* [Required work]:
Below are records; report the number of lines in them that include the word "localDate", with no other text.

* [Raw data]:
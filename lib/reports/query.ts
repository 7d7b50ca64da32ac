// Query strings of the reports pages and the CSV route. Empty strings count as absent, so a GET form
// with a blank field gives the default.
import { z } from "zod";
import { CLAIM_CATEGORIES, REMINDER_STEPS } from "@/lib/care/vocabulary";
import { filterDate } from "@/lib/validation/dates";

const dropEmpty = (query: unknown) => (query && typeof query === "object" ? Object.fromEntries(Object.entries(query).filter(([, v]) => v !== "" && v != null)) : query);

export const claimRatesQuerySchema = z.preprocess(
  dropEmpty,
  z
    .object({
      from: filterDate().optional(),
      to: filterDate().optional(),
      category: z.enum([...CLAIM_CATEGORIES, "all"], { error: "Pick a kind of claim from the list." }).default("all"),
    })
    .refine((q) => !q.from || !q.to || q.from <= q.to, { message: "The period must start on or before its end.", path: ["to"] }),
);
export type ClaimRatesQuery = z.output<typeof claimRatesQuerySchema>;

export const REPORT_LISTS = ["reminders", "offers", "revenue", "answers"] as const;
export type ReportList = (typeof REPORT_LISTS)[number];

export const reportListQuerySchema = z.preprocess(
  dropEmpty,
  z.object({
    step: z.enum(REMINDER_STEPS).optional(),
    acted: z.enum(["yes", "no"]).optional(),
    status: z.enum(["offered", "accepted", "declined", "expired"]).optional(),
    month: z.string().regex(/^\d{4}-(0[1-9]|1[0-2])$/, "Use a month like 2026-03.").optional(),
    answered: z.enum(["yes", "no"]).optional(),
  }),
);
export type ReportListQuery = z.output<typeof reportListQuerySchema>;
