import { NextResponse } from "next/server";
import { postClaimMessage } from "@/lib/claims/reply";
import { currentViewer } from "@/lib/claims/viewer";
import { parseJson, route } from "@/lib/http/route";
import { claimMessageSchema, idParam } from "@/lib/validation/claims";

/** `{ body, requestInfo? }`; requestInfo (staff) asks the owner for more and sets awaiting_owner. */
export const POST = route<{ id: string }>(async (req, ctx) => {
  const { id } = idParam.parse(ctx.params);
  const out = await postClaimMessage(await currentViewer(), id, await parseJson(req, claimMessageSchema));
  return NextResponse.json(out, { status: 201 });
});
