describe("a transfer to a new owner", () => {
  it("links the new owner's client (made from their account when the studio has none)", async () => {
    const { studio } = await studioWith();
    const first = await createUser({ emailVerifiedAt: NOW, name: "First Owner (invented)" });
    const second = await createUser({ emailVerifiedAt: NOW, name: "Second Owner (invented)" });
    const { piece, code } = createPiece(studio);
    await registerPiece(first, { code }, freshIp(), NOW);
    const firstClient = getDb().select({ clientId: pieces.clientId }).from(pieces).where(eq(pieces.id, piece.id)).get()!.clientId;
    const { code: newCode } = await releasePiece({ ...first, unitSystem: first.unitSystem }, piece.id, { confirm: true }, NOW);
    await registerPiece(second, { code: newCode }, freshIp(), NOW);
    const after = getDb().select({ clientId: pieces.clientId }).from(pieces).where(eq(pieces.id, piece.id)).get()!.clientId;
    expect(after).not.toBe(firstClient);
    expect(getDb().select().from(clients).where(eq(clients.id, after!)).get()).toMatchObject({ userId: second.id, email: second.email, name: "Second Owner (invented)" });
  });

  it("links an existing unlinked client with the new owner's e-mail instead of making one", async () => {
    const { studio, staff } = await studioWith();
    const second = await createUser({ emailVerifiedAt: NOW });
    const known = createClient(staff, createClientSchema.parse({ name: "Known Before (invented)", email: second.email }), NOW);
    const first = await createUser({ emailVerifiedAt: NOW });
    const { piece, code } = createPiece(studio);
    await registerPiece(first, { code }, freshIp(), NOW);
    const { code: newCode } = await releasePiece({ ...first }, piece.id, { confirm: true }, NOW);
    await registerPiece(second, { code: newCode }, freshIp(), NOW);
    expect(getDb().select({ clientId: pieces.clientId }).from(pieces).where(eq(pieces.id, piece.id)).get()!.clientId).toBe(known.id);
    expect(getDb().select({ userId: clients.userId }).from(clients).where(eq(clients.id, known.id)).get()!.userId).toBe(second.id);
    expect(getDb().select().from(clients).where(eq(clients.studioId, studio.id)).all()).toHaveLength(2);
  });
});
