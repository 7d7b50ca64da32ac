import "server-only";
// Reports: claims per 100 pieces by species, by finish class and by resin type over a
// chosen period, with CSV export; and the lists behind the overview's figures that have no list page
// of their own (reminders and what followed, refresh offers, repair revenue, time to first answer).
import { and, desc, eq, gte, inArray, isNotNull, isNull, lte } from "drizzle-orm";
import Papa from "papaparse";
import { getDb } from "@/db/client";
import { careLogEntries, claims, finishLayers, payments, pieces, refreshOffers, reminderSends, repairJobs, users } from "@/db/schema";
import { assertRole, STAFF_ROLES, type StudioContext } from "@/lib/auth/guards";
import { addDays, localDate, zonedTimeToEpochMs } from "@/lib/care/dates";
import { getSpecies } from "@/lib/care/species";
import { CARE_TASK_LABELS, FINISH_CLASS_LABELS, FINISH_CLASSES, RESIN_KINDS, RESIN_LABELS, type ClaimCategory, type FinishClass, type ResinKind } from "@/lib/care/vocabulary";
import { CLAIM_CATEGORY_LABELS, CLAIM_STATE_LABELS_STAFF } from "@/lib/claims/labels";
import { notFound } from "@/lib/errors";
import { careLoggedAfter, monthStart, REMINDER_STEP_LABELS, WINDOW_MONTHS } from "@/lib/overview";
import type { ClaimRatesQuery, ReportListQuery } from "./query";

function assertStaff(ctx: StudioContext) {
  assertRole(ctx, STAFF_ROLES, "Reports are for the studio's admins and staff.");
}

export type RateRow = { key: string; label: string; pieces: number; claims: number; per100: number | null };
export type ClaimRates = {
  from: string;
  to: string;
  category: ClaimCategory | "all";
  totalPieces: number;
  totalClaims: number;
  bySpecies: RateRow[];
  byFinishClass: RateRow[];
  byResin: RateRow[];
};

/** Claims per 100 pieces, to one decimal; null when there are no pieces to divide by. */
export function per100(claimCount: number, pieceCount: number): number | null {
  return pieceCount ? Math.round((claimCount * 1000) / pieceCount) / 10 : null;
}

/**
 * Claims filed in [from, to] (filing date in the studio's time zone) against the pieces delivered on
 * or before `to`, grouped by the piece's primary species, by each finish class in its stack (a piece
 * with oil under a topcoat counts in both) and by its resin. Archived pieces are left out of both.
 */
export function claimRates(ctx: StudioContext, q: ClaimRatesQuery, now: Date = new Date()): ClaimRates {
  assertStaff(ctx);
  const tz = ctx.studio.timeZone;
  const today = localDate(now, tz);
  const to = q.to ?? today;
  const from = q.from ?? addDays(to, -364);
  const db = getDb();
  const pieceRows = db
    .select({ id: pieces.id, species: pieces.primarySpeciesId, resin: pieces.resinKind })
    .from(pieces)
    .where(and(eq(pieces.studioId, ctx.studio.id), isNull(pieces.archivedAt), lte(pieces.deliveredOn, to)))
    .all();
  const classes = new Map<string, Set<FinishClass>>();
  for (const l of db.select({ pieceId: finishLayers.pieceId, finishClass: finishLayers.finishClass }).from(finishLayers).where(eq(finishLayers.studioId, ctx.studio.id)).all()) {
    let set = classes.get(l.pieceId);
    if (!set) classes.set(l.pieceId, (set = new Set()));
    set.add(l.finishClass);
  }
  const fromMs = zonedTimeToEpochMs(from, 0, tz);
  const toMs = zonedTimeToEpochMs(addDays(to, 1), 0, tz) - 1;
  const claimRows = db
    .select({ pieceId: claims.pieceId, category: claims.category })
    .from(claims)
    .where(and(eq(claims.studioId, ctx.studio.id), gte(claims.createdAt, new Date(fromMs)), lte(claims.createdAt, new Date(toMs))))
    .all()
    .filter((c) => q.category === "all" || c.category === q.category);
  const claimsPerPiece = new Map<string, number>();
  for (const c of claimRows) claimsPerPiece.set(c.pieceId, (claimsPerPiece.get(c.pieceId) ?? 0) + 1);
  const inScope = new Set(pieceRows.map((p) => p.id));

  const tally = (keyOf: (p: (typeof pieceRows)[number]) => string[]) => {
    const m = new Map<string, { pieces: number; claims: number }>();
    for (const p of pieceRows) {
      for (const k of keyOf(p)) {
        const t = m.get(k) ?? { pieces: 0, claims: 0 };
        t.pieces++;
        t.claims += claimsPerPiece.get(p.id) ?? 0;
        m.set(k, t);
      }
    }
    return m;
  };
  const rows = (m: Map<string, { pieces: number; claims: number }>, label: (k: string) => string, order?: readonly string[]): RateRow[] =>
    [...m]
      .map(([key, t]) => ({ key, label: label(key), pieces: t.pieces, claims: t.claims, per100: per100(t.claims, t.pieces) }))
      .sort((a, b) => (order ? order.indexOf(a.key) - order.indexOf(b.key) : (b.per100 ?? 0) - (a.per100 ?? 0) || b.pieces - a.pieces || a.label.localeCompare(b.label)));

  return {
    from,
    to,
    category: q.category,
    totalPieces: pieceRows.length,
    totalClaims: claimRows.filter((c) => inScope.has(c.pieceId)).length,
    bySpecies: rows(tally((p) => [p.species]), (k) => getSpecies(k)?.commonName ?? k),
    byFinishClass: rows(
      tally((p) => [...(classes.get(p.id) ?? new Set(["none" as FinishClass]))]),
      (k) => (k === "none" ? "No finish recorded" : FINISH_CLASS_LABELS[k as FinishClass]),
      [...FINISH_CLASSES, "none"],
    ),
    byResin: rows(tally((p) => [p.resin]), (k) => RESIN_LABELS[k as ResinKind], RESIN_KINDS),
  };
}

/** The same figures as CSV (papaparse), one row per group, with the period on every row. */
export function claimRatesCsv(ctx: StudioContext, q: ClaimRatesQuery, now: Date = new Date()): { csv: string; rates: ClaimRates } {
  const r = claimRates(ctx, q, now);
  const category = r.category === "all" ? "all" : CLAIM_CATEGORY_LABELS[r.category];
  const data = [
    ...r.bySpecies.map((x) => ["species", x]),
    ...r.byFinishClass.map((x) => ["finish class", x]),
    ...r.byResin.map((x) => ["resin", x]),
  ].map(([dimension, x]) => {
    const row = x as RateRow;
    return { dimension: dimension as string, group: row.label, pieces: row.pieces, claims: row.claims, claims_per_100_pieces: row.per100 ?? "", from: r.from, to: r.to, claim_kind: category };
  });
  return { csv: Papa.unparse(data, { columns: ["dimension", "group", "pieces", "claims", "claims_per_100_pieces", "from", "to", "claim_kind"], newline: "\r\n" }), rates: r };
}

// ---- the lists behind the overview's figures ----

function windowStart(ctx: StudioContext, now: Date) {
  const today = localDate(now, ctx.studio.timeZone);
  const since = monthStart(today, WINDOW_MONTHS - 1);
  return { today, since, sinceMs: zonedTimeToEpochMs(since, 0, ctx.studio.timeZone) };
}

export type ReminderOutcomeRow = { id: string; pieceId: string; pieceTitle: string; ownerName: string; task: string; step: string; sentOn: string; caredOn: string | null };
export type OfferRow = { id: string; pieceId: string; pieceTitle: string; ownerName: string; dueOn: string; priceMinor: number; currency: string; status: string; sentOn: string; acceptedOn: string | null };
export type RevenueRow = { id: string; jobId: string; jobTitle: string; pieceTitle: string; paidOn: string; amountMinor: number; refundedMinor: number; netMinor: number; currency: string };
const OPEN_STATES = new Set<string>(["submitted", "in_review", "awaiting_owner"]);
export type AnswerRow = { id: string; pieceTitle: string; ownerName: string; category: string; state: string; rawState: string; filedAt: Date; answeredAt: Date | null; waitMs: number };

export type ReportListResult =
  | { list: "reminders"; since: string; rows: ReminderOutcomeRow[] }
  | { list: "offers"; since: string; rows: OfferRow[] }
  | { list: "revenue"; since: string; rows: RevenueRow[] }
  | { list: "answers"; since: string; rows: AnswerRow[] };

export function reportList(ctx: StudioContext, list: string, q: ReportListQuery, now: Date = new Date()): ReportListResult {
  assertStaff(ctx);
  const { since, sinceMs } = windowStart(ctx, now);
  const tz = ctx.studio.timeZone;
  const db = getDb();
  const sid = ctx.studio.id;
  switch (list) {
    case "reminders": {
      const sent = db
        .select({ id: reminderSends.id, pieceId: reminderSends.pieceId, pieceTitle: pieces.title, ownerName: users.name, taskKey: reminderSends.taskKey, taskKind: reminderSends.taskKind, step: reminderSends.step, sentAt: reminderSends.sentAt })
        .from(reminderSends)
        .innerJoin(pieces, eq(pieces.id, reminderSends.pieceId))
        .innerJoin(users, eq(users.id, reminderSends.userId))
        .where(and(eq(reminderSends.studioId, sid), eq(reminderSends.status, "sent"), isNotNull(reminderSends.sentAt), gte(reminderSends.sentAt, new Date(sinceMs)), q.step ? eq(reminderSends.step, q.step) : undefined))
        .orderBy(desc(reminderSends.sentAt))
        .all();
      const ids = [...new Set(sent.map((r) => r.pieceId))];
      const logs = ids.length
        ? db
            .select({ pieceId: careLogEntries.pieceId, taskKind: careLogEntries.taskKind, doneOn: careLogEntries.doneOn, surface: careLogEntries.surface })
            .from(careLogEntries)
            .where(and(eq(careLogEntries.studioId, sid), eq(careLogEntries.source, "owner"), inArray(careLogEntries.pieceId, ids)))
            .all()
        : [];
      const rows = sent
        .map((r) => ({
          id: r.id,
          pieceId: r.pieceId,
          pieceTitle: r.pieceTitle,
          ownerName: r.ownerName,
          task: CARE_TASK_LABELS[r.taskKind],
          step: REMINDER_STEP_LABELS[r.step],
          sentOn: localDate(r.sentAt!, tz),
          caredOn: careLoggedAfter(r, logs.filter((l) => l.pieceId === r.pieceId), tz),
        }))
        .filter((r) => (q.acted === "yes" ? r.caredOn !== null : q.acted === "no" ? r.caredOn === null : true));
      return { list: "reminders", since, rows };
    }
    case "offers": {
      const rows = db
        .select({ o: refreshOffers, pieceTitle: pieces.title, ownerName: users.name })
        .from(refreshOffers)
        .innerJoin(pieces, eq(pieces.id, refreshOffers.pieceId))
        .innerJoin(users, eq(users.id, refreshOffers.userId))
        .where(and(eq(refreshOffers.studioId, sid), gte(refreshOffers.createdAt, new Date(sinceMs)), q.status ? eq(refreshOffers.status, q.status) : undefined))
        .orderBy(desc(refreshOffers.createdAt))
        .all()
        .map(({ o, pieceTitle, ownerName }) => ({
          id: o.id,
          pieceId: o.pieceId,
          pieceTitle,
          ownerName,
          dueOn: o.dueOn,
          priceMinor: o.priceMinor,
          currency: o.currency,
          status: o.status,
          sentOn: localDate(o.createdAt, tz),
          acceptedOn: o.acceptedAt ? localDate(o.acceptedAt, tz) : null,
        }));
      return { list: "offers", since, rows };
    }
    case "revenue": {
      const rows = db
        .select({ p: payments, jobTitle: repairJobs.title, pieceTitle: pieces.title })
        .from(payments)
        .innerJoin(repairJobs, eq(repairJobs.id, payments.jobId))
        .innerJoin(pieces, eq(pieces.id, repairJobs.pieceId))
        .where(and(eq(payments.studioId, sid), isNotNull(payments.paidAt), gte(payments.paidAt, new Date(sinceMs)), inArray(payments.status, ["paid", "partially_refunded", "refunded"])))
        .orderBy(desc(payments.paidAt))
        .all()
        .map(({ p, jobTitle, pieceTitle }) => ({
          id: p.id,
          jobId: p.jobId,
          jobTitle,
          pieceTitle,
          paidOn: localDate(p.paidAt!, tz),
          amountMinor: p.amountMinor,
          refundedMinor: p.refundedMinor,
          netMinor: p.amountMinor - p.refundedMinor,
          currency: p.currency,
        }))
        .filter((r) => !q.month || r.paidOn.startsWith(q.month));
      return { list: "revenue", since, rows };
    }
    case "answers": {
      const nowMs = now.getTime();
      const rows = db
        .select({ id: claims.id, pieceTitle: pieces.title, ownerName: users.name, category: claims.category, state: claims.state, filedAt: claims.createdAt, answeredAt: claims.firstAnsweredAt })
        .from(claims)
        .innerJoin(pieces, eq(pieces.id, claims.pieceId))
        .innerJoin(users, eq(users.id, claims.ownerId))
        .where(and(eq(claims.studioId, sid), gte(claims.createdAt, new Date(sinceMs))))
        .orderBy(desc(claims.createdAt))
        .all()
        .map((c) => ({
          ...c,
          category: CLAIM_CATEGORY_LABELS[c.category],
          state: CLAIM_STATE_LABELS_STAFF[c.state],
          rawState: c.state,
          waitMs: (c.answeredAt?.getTime() ?? nowMs) - c.filedAt.getTime(),
        }))
        .filter((r) => (q.answered === "yes" ? r.answeredAt !== null : q.answered === "no" ? r.answeredAt === null && OPEN_STATES.has(r.rawState) : true));
      return { list: "answers", since, rows };
    }
    default:
      throw notFound("No such report.");
  }
}
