import { postClaimMessage } from "@/lib/claims/reply";
import { route } from "@/lib/http/route";
import { claimMessageSchema, idParam } from "@/lib/validation/claims";

/** `{ body, requestInfo? }`; requestInfo (staff) asks the owner for more and sets awaiting_owner. */
export const POST = route({ roles: ["admin", "staff", "owner"], params: idParam, body: claimMessageSchema, status: 201 }, ({ actor, params, body }) =>
  postClaimMessage(actor, params.id, body),
);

* [Exercise response]:
7